[Saved data entries]
'''

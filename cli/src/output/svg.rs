//! Helpers shared by the hand-written SVG pictures (`spectrum.svg`, `response.svg`).

use std::fmt::Write as _;

/// Text escaped for SVG/XML.
pub fn esc(s: &str) -> String {
    s.replace('&', "&amp;")
        .replace('<', "&lt;")
        .replace('>', "&gt;")
        .replace('"', "&quot;")
}

/// A "nice" tick step (1, 2 or 5 × 10^k) for about `n` ticks over `span`.
pub fn tick_step(span: f64, n: f64) -> f64 {
    let raw = span / n;
    let p = 10f64.powf(raw.log10().floor());
    let m = raw / p;
    p * if m < 1.5 {
        1.0
    } else if m < 3.5 {
        2.0
    } else if m < 7.5 {
        5.0
    } else {
        10.0
    }
}

/// The plot area's frame (top-left corner `[left, top]`, `pw` × `ph`) and the frequency
/// axis label under it.
pub fn frame_with_frequency_axis(o: &mut String, [left, top]: [f64; 2], pw: f64, ph: f64) {
    let _ = writeln!(
        o,
        r##"<rect x="{left}" y="{top}" width="{pw}" height="{ph}" fill="none" stroke="#333"/>"##
    );
    let _ = writeln!(
        o,
        r#"<text x="{:.2}" y="{:.2}" text-anchor="middle">frequency (GHz)</text>"#,
        left + pw / 2.0,
        top + ph + 38.0
    );
}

'''

_WHAT TO WORK ON:_
Lines from the first one above through the line containing "10^k) for about" are to be retyped exactly, both included, and nothing more.

_RESULT OF THIS EXERCISE:_
filename cli/src/output/svg.rs
//! Helpers shared by the hand-written SVG pictures (`spectrum.svg`, `response.svg`).

use std::fmt::Write as _;

/// Text escaped for SVG/XML.
pub fn esc(s: &str) -> String {
    s.replace('&', "&amp;")
        .replace('<', "&lt;")
        .replace('>', "&gt;")
        .replace('"', "&quot;")
}

/// A "nice" tick step (1, 2 or 5 × 10^k) for about `n` ticks over `span`.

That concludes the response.